Israel gestattet laut einem Zeitungsbericht die Lieferung der bisher größten Waffenmenge an palästinensische Sicherheitskräfte im Westjordanland. Damit solle verhindert werden, dass die radikalislamische Hamas Abbas' Fatah-Milizen ausschalte.

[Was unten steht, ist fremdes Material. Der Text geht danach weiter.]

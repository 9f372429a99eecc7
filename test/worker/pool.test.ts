import { describe, expect, it } from 'vitest';
import { DspError } from '../../src/dsp/errors';
import { createWorkerPool, isSuperseded, type WorkerLike, type WorkerRestartNotice } from '../../src/worker/pool';
import { PROTOCOL_VERSION, READY_ID, type WorkerRequest } from '../../src/worker/protocol';

/** A worker the test answers by hand: it records what it was sent and replies when told. */
class ScriptedWorker implements WorkerLike {
  onmessage: ((event: MessageEvent) => void) | null = null;
  onerror: ((event: ErrorEvent) => void) | null = null;
  onmessageerror: ((event: MessageEvent) => void) | null = null;
  readonly received: WorkerRequest[] = [];
  terminated = false;
  constructor(readonly index: number) {}
  postMessage(message: WorkerRequest): void {
    this.received.push(message);
  }
  terminate(): void {
    this.terminated = true;
  }
  ready(): void {
    this.onmessage?.({ data: { type: 'ready', id: READY_ID, protocolVersion: PROTOCOL_VERSION } } as MessageEvent);
  }
  /** Answers the last request with an error response carrying `message` (any answer type would do). */
  answer(message: string, id = this.received.at(-1)!.id): void {
    this.onmessage?.({ data: { type: 'error', id, protocolVersion: PROTOCOL_VERSION, code: 'INVALID_CONFIG', message } } as MessageEvent);
  }
  crash(reason: string): void {
    this.onerror?.({ message: reason, preventDefault: () => undefined } as ErrorEvent);
  }
}

function setup(size = 2, pipeline = 1) {
  const workers: ScriptedWorker[] = [];
  const notices: WorkerRestartNotice[] = [];
  const pool = createWorkerPool({
    size,
    pipeline,
    createWorker: () => {
      const worker = new ScriptedWorker(workers.length);
      workers.push(worker);
      return worker;
    },
    onRestart: (notice) => notices.push(notice),
  });
  return { pool, workers, notices };
}

/** pool.run with its promise marked as handled (the tests await only some of them). */
function runQuiet(pool: ReturnType<typeof createWorkerPool>, ...args: Parameters<ReturnType<typeof createWorkerPool>['run']>) {
  const task = pool.run(...args);
  task.result.catch(() => undefined);
  return task;
}

const generate = (tag: string) => ({ type: 'generate' as const, config: { tag } });
const tagsOf = (worker: ScriptedWorker) => worker.received.map((m) => (m.type === 'generate' ? (m.config as { tag: string }).tag : m.type));
const settled = (promise: Promise<unknown>) => promise.then((value) => ({ value }), (error: unknown) => ({ error }));

describe('worker pool', () => {
  it('starts workers on demand up to its size and queues the rest', () => {
    const { pool, workers } = setup(2);
    runQuiet(pool, generate('a'));
    expect(workers).toHaveLength(1);
    runQuiet(pool, generate('b'));
    runQuiet(pool, generate('c'));
    expect(workers).toHaveLength(2);
    expect(pool.load()).toEqual({ queued: 1, running: 2, workers: 2 });
    workers[0]!.answer('done a');
    expect(tagsOf(workers[0]!)).toEqual(['a', 'c']);
    pool.dispose();
  });

  it('rejects with the engine’s DspError and moves on to the next request', async () => {
    const { pool, workers } = setup(1);
    const first = runQuiet(pool, generate('a'));
    runQuiet(pool, generate('b'));
    workers[0]!.answer('bandwidthMHz 7 is not an LTE channel bandwidth');
    const error = await first.result.catch((e: unknown) => e);
    expect(error).toBeInstanceOf(DspError);
    expect(error).toMatchObject({ code: 'INVALID_CONFIG', message: expect.stringContaining('bandwidthMHz 7') });
    expect(tagsOf(workers[0]!)).toEqual(['a', 'b']);
    pool.dispose();
  });

  it('never sends a request its lane has superseded, and ignores a stale answer', async () => {
    const { pool, workers } = setup(1);
    const a = runQuiet(pool, generate('a'), { lane: 'generate' });
    const b = runQuiet(pool, generate('b'), { lane: 'generate' });
    const c = runQuiet(pool, generate('c'), { lane: 'generate' });
    const other = runQuiet(pool, generate('m'), { lane: 'measure' });
    expect(isSuperseded((await settled(a.result) as { error: unknown }).error)).toBe(true);
    expect(isSuperseded((await settled(b.result) as { error: unknown }).error)).toBe(true);
    workers[0]!.answer('stale a'); // the answer to "a" arrives after it was superseded
    expect(tagsOf(workers[0]!)).toEqual(['a', 'c']); // "b" was dropped in the queue
    workers[0]!.answer('c done');
    await expect(c.result).rejects.toMatchObject({ message: 'c done' });
    expect(tagsOf(workers[0]!)).toEqual(['a', 'c', 'm']); // other lanes are untouched
    workers[0]!.answer('m done');
    await expect(other.result).rejects.toMatchObject({ message: 'm done' });
    pool.dispose();
  });

  it('serves interactive requests before background ones', () => {
    const { pool, workers } = setup(1);
    runQuiet(pool, generate('block 0'), { priority: 'background' });
    runQuiet(pool, generate('block 1'), { priority: 'background' });
    runQuiet(pool, generate('edit'), { priority: 'interactive' });
    workers[0]!.answer('block 0 done');
    expect(tagsOf(workers[0]!)).toEqual(['block 0', 'edit']);
    workers[0]!.answer('edit done');
    expect(tagsOf(workers[0]!)).toEqual(['block 0', 'edit', 'block 1']);
    pool.dispose();
  });

  it('replaces a crashed worker, fails only its request and reports it', async () => {
    const { pool, workers, notices } = setup(2);
    workers.length = 0;
    const a = runQuiet(pool, generate('a'));
    const b = runQuiet(pool, generate('b'));
    workers[0]!.ready();
    workers[1]!.ready();
    workers[0]!.crash('out of memory');
    const error = await a.result.catch((e: unknown) => e);
    expect(error).toMatchObject({ code: 'INTERNAL', message: expect.stringContaining('crashed (out of memory)') });
    expect(notices).toEqual([{ reason: 'out of memory', failedRequestIds: [a.id], restartCount: 1 }]);
    expect(workers[0]!.terminated).toBe(true);
    expect(workers).toHaveLength(3); // a fresh worker took the crashed one's place
    workers[1]!.answer('b done');
    await expect(b.result).rejects.toMatchObject({ message: 'b done' });
    runQuiet(pool, generate('c'));
    expect(tagsOf(workers[1]!).concat(tagsOf(workers[2]!))).toContain('c');
    pool.dispose();
  });

  it('restarts a worker that died before it was ready only when a request needs one', () => {
    const { pool, workers, notices } = setup(1);
    runQuiet(pool, generate('a'));
    workers[0]!.crash('script failed to load');
    expect(notices).toHaveLength(1);
    expect(workers).toHaveLength(1);
    runQuiet(pool, generate('b'));
    expect(workers).toHaveLength(2);
    expect(tagsOf(workers[1]!)).toEqual(['b']);
    pool.dispose();
  });

  it('settles everything as superseded on dispose and refuses later requests', async () => {
    const { pool, workers } = setup(1);
    const running = runQuiet(pool, generate('a'));
    const queued = runQuiet(pool, generate('b'));
    pool.dispose();
    expect(isSuperseded(await running.result.catch((e: unknown) => e))).toBe(true);
    expect(isSuperseded(await queued.result.catch((e: unknown) => e))).toBe(true);
    expect(workers[0]!.terminated).toBe(true);
    expect(isSuperseded(await runQuiet(pool, generate('c')).result.catch((e: unknown) => e))).toBe(true);
  });

  it('refuses a pool without workers, or a pipeline depth below one', () => {
    expect(() => createWorkerPool({ size: 0, createWorker: () => new ScriptedWorker(0) })).toThrow(/whole number ≥ 1; got 0/);
    expect(() => createWorkerPool({ size: 1, pipeline: 0, createWorker: () => new ScriptedWorker(0) })).toThrow(/pipeline depth must be a whole number ≥ 1; got 0/);
  });
});

describe('worker pool with a pipeline', () => {
  const quick = { queueable: true } as const;

  it('sends queueable requests to busy workers, least loaded first, up to the depth', () => {
    const { pool, workers } = setup(2, 2);
    for (const tag of ['a', 'b', 'c', 'd', 'e']) runQuiet(pool, generate(tag), quick);
    // a and b start the two workers; c and d wait in their message queues; e waits in the pool.
    expect(tagsOf(workers[0]!)).toEqual(['a', 'c']);
    expect(tagsOf(workers[1]!)).toEqual(['b', 'd']);
    expect(pool.load()).toEqual({ queued: 1, running: 4, workers: 2 });
    workers[1]!.answer('b done', workers[1]!.received[0]!.id);
    expect(tagsOf(workers[1]!)).toEqual(['b', 'd', 'e']);
    pool.dispose();
  });

  it('answers each request with its own reply when a worker holds two', async () => {
    const { pool, workers } = setup(1, 2);
    const a = runQuiet(pool, generate('a'), quick);
    const b = runQuiet(pool, generate('b'), quick);
    const [idA, idB] = workers[0]!.received.map((m) => m.id);
    workers[0]!.answer('a done', idA);
    workers[0]!.answer('b done', idB);
    await expect(a.result).rejects.toMatchObject({ message: 'a done' });
    await expect(b.result).rejects.toMatchObject({ message: 'b done' });
    pool.dispose();
  });

  it('never queues behind a request that is not queueable, nor queues one that is not', () => {
    const { pool, workers } = setup(1, 2);
    runQuiet(pool, generate('long run block'), { priority: 'background' });
    runQuiet(pool, generate('edit'), quick);
    expect(tagsOf(workers[0]!)).toEqual(['long run block']);
    workers[0]!.answer('block done');
    expect(tagsOf(workers[0]!)).toEqual(['long run block', 'edit']);
    runQuiet(pool, generate('export'));
    expect(tagsOf(workers[0]!)).toEqual(['long run block', 'edit']);
    pool.dispose();
  });

  it('drops the answer of a request superseded after it was sent', async () => {
    const { pool, workers } = setup(1, 2);
    runQuiet(pool, generate('busy'), quick);
    const old = runQuiet(pool, generate('old'), { ...quick, lane: 'generate' });
    const fresh = runQuiet(pool, generate('new'), { ...quick, lane: 'generate' });
    expect(isSuperseded((await settled(old.result) as { error: unknown }).error)).toBe(true);
    const [idBusy, idOld] = workers[0]!.received.map((m) => m.id);
    workers[0]!.answer('busy done', idBusy);
    workers[0]!.answer('old done', idOld); // computed anyway: the worker had it queued
    expect(tagsOf(workers[0]!)).toEqual(['busy', 'old', 'new']);
    workers[0]!.answer('new done');
    await expect(fresh.result).rejects.toMatchObject({ message: 'new done' });
    pool.dispose();
  });

  it('fails every request a crashed worker held, saying which it was running', async () => {
    const { pool, workers, notices } = setup(1, 2);
    const a = runQuiet(pool, generate('a'), quick);
    const b = runQuiet(pool, generate('b'), quick);
    workers[0]!.ready();
    workers[0]!.crash('out of memory');
    await expect(a.result).rejects.toMatchObject({ code: 'INTERNAL', message: expect.stringContaining(`while working on request ${a.id}`) });
    await expect(b.result).rejects.toMatchObject({ code: 'INTERNAL', message: expect.stringContaining(`while holding request ${b.id}`) });
    expect(notices[0]).toMatchObject({ failedRequestIds: [a.id, b.id] });
    pool.dispose();
  });
});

Die israelische Regierung hat laut einem Zeitungsbericht eine Lieferung von tausend Sturmgewehren aus Jordanien an die Palästinensische Autonomiebehörde von Präsident Mahmud Abbas gestattet. Bei der Lieferung, die Anfang Juli erfolgte, handelt es sich um die größte Waffenmenge für die palästinensischen Sicherheitskräfte, deren Lieferung ins Westjordanland Israel jemals erlaubt habe, heißt es in der "Haaretz". Die Regierung von Ehud Olmert wolle damit verhindern, dass die radikalislamische Hamas Abbas' Fatah-Milizen im Westjordanland ausschalte, wie sie es Mitte Juni im Gazastreifen getan habe. Ein Sprecher von Olmerts Büro wollte den Bericht auf Anfrage weder bestätigen noch dementieren.
  
Abbas wurde unterdesssen am Sonntagabend zu einem dreitägigen Besuch in Russland erwartet. Der Pressesprecher der diplomatischen Vertretung der Autonomiebehörde in Moskau sagte, der Palästinenserpräsident werde am Sontagabend eintreffen. Abbas hatte Russland zuletzt im Mai 2006 besucht. Ende Februar hatte Russland Hamas-Chef Chaled Meschaal empfangen. (mit AFP)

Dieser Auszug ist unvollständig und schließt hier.